If I remember correctly you can only contribute up to around 25% of your net earnings. If as an Uber driver you did not make a profit than you can't send money to a SEP IRA.


----------



## Jimmy44 (Jan 12, 2020)

FLKeys said:


> Did you make a profit in your self employed ventures?
> 
> If I remember correctly you can only contribute up to around 25% of your net earnings. If as an Uber driver you did not make a profit than you can't send money to a SEP IRA.

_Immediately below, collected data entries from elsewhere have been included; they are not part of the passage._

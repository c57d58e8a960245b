// Metrics in the Prometheus text exposition format, version 0.0.4: for each metric a HELP and a
// TYPE line, then its samples. Counters end in `_total`; a histogram writes cumulative
// `_bucket{le="..."}` samples ending with le="+Inf", then `_sum` and `_count`. Names are the
// caller's and must match [a-zA-Z_:][a-zA-Z0-9_:]* (checked: a bad name is a programming error).
#pragma once

#include <cstdint>
#include <string>
#include <string_view>
#include <vector>

namespace liveprob::monitoring {

// The Content-Type a scraper expects for this format.
inline constexpr const char* kMetricsContentType = "text/plain; version=0.0.4; charset=utf-8";

// Delays counted into fixed buckets (seconds, the format's base unit). Observing is a few
// comparisons and two additions: cheap enough for every published update.
class LatencyHistogram {
public:
    // Upper bounds of the buckets in seconds, rising; +Inf is implied.
    explicit LatencyHistogram(std::vector<double> upper_bounds_seconds = default_bounds());

    // 50 us to 2.5 s: the range from an in-process publish to a stalled browser.
    static std::vector<double> default_bounds();

    void observe_us(std::int64_t microseconds) noexcept;

    const std::vector<double>& bounds() const noexcept { return bounds_; }
    // Observations per bucket (not cumulative); one more entry than bounds(): the +Inf bucket.
    const std::vector<std::uint64_t>& bucket_counts() const noexcept { return counts_; }
    std::uint64_t count() const noexcept { return count_; }
    double sum_seconds() const noexcept { return sum_seconds_; }

private:
    std::vector<double> bounds_;
    std::vector<std::uint64_t> counts_;
    std::uint64_t count_ = 0;
    double sum_seconds_ = 0.0;
};

class MetricsText {
public:
    MetricsText& counter(std::string_view name, std::string_view help, std::uint64_t value);
    MetricsText& gauge(std::string_view name, std::string_view help, double value);
    MetricsText& histogram(std::string_view name, std::string_view help,
                           const LatencyHistogram& histogram);

    const std::string& text() const noexcept { return text_; }

private:
    void header(std::string_view name, std::string_view help, const char* type);
    std::string text_;
};

// A name of the format's grammar made from any text: characters outside [a-zA-Z0-9_:] become
// '_' ("ingest.rejected.too_big" -> "ingest_rejected_too_big").
std::string metric_name(std::string_view text);

}  // namespace liveprob::monitoring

This year I only worked 3 months for both Uber and lyft.
This was when Uber was paying nothing and just about every trip was a loss when you used 56 cents a mile expense.
So no this year was my first year out of 5 I had a net loss.
I do think I would meet the IRS definition of a day trader.
My profit from day trading would be considered a business profit and or business income I think.
I believe $10 thousand dollars of UI is deductable.
I have already contributed 6000 dollars to my traditional IRA.
I rolled over 1/3 of the amount I withdrew as the cares act gives you 3 years to put that money back.
So if I could open up a SEP IRA and contribute 25% in addition to 6000 in my traditional I would be good.


----------



## Johnny Mnemonic (Sep 24, 2019)

Jimmy44 said:


> Do some research on Warren Buffett


I suspect I'm more familiar with Warren Buffett than you are. So my suggestion is that you take your own advice and do a little more research.

https://www.investopedia.com/news/buffett-warns-avoid-borrowing-money-buy-stocks/


----------



## Jimmy44 (Jan 12, 2020)

Johnny Mnemonic said:


> I suspect I'm more familiar with Warren Buffett than you are. So my suggestion is that you take your own advice and do a little more research.
> 
> https://www.investopedia.com/news/buffett-warns-avoid-borrowing-money-buy-stocks/


I love reading about Buffett and listening to his interviews.
Most of his wealth was built after his 65th birthday. I think he is 93 now and his mind and investing instincts are as sharp as ever.
He has a business partner Charlie who makes a lot of the decisions and suggestions.
He is a buy and hold guy which I am not.
My biggest take from him was not to invest in any company you do not understand.
Coca Cola has been a core holding of his since he started Berkshire and he is also on it's board of directors.
I have always had Coca Cola in my portfolio.
That article about margin is very interesting.
As a day trader I very rarely end the day with securities on margin.
I have never gone over my margin limit where I had to sell securities to cover a call.
I do not ever use my day trading amount ever.
I also stay diversified enough so that one stock correcting is going to kill me.
I listen to Jim Cramer and other analyst's but ultimately I make my own decisions.
The article was great thanks for sending it.


----------



## SHalester (Aug 25, 2019)

Jimmy44 said:


> My profit from day trading would be considered a business profit and or business income I think.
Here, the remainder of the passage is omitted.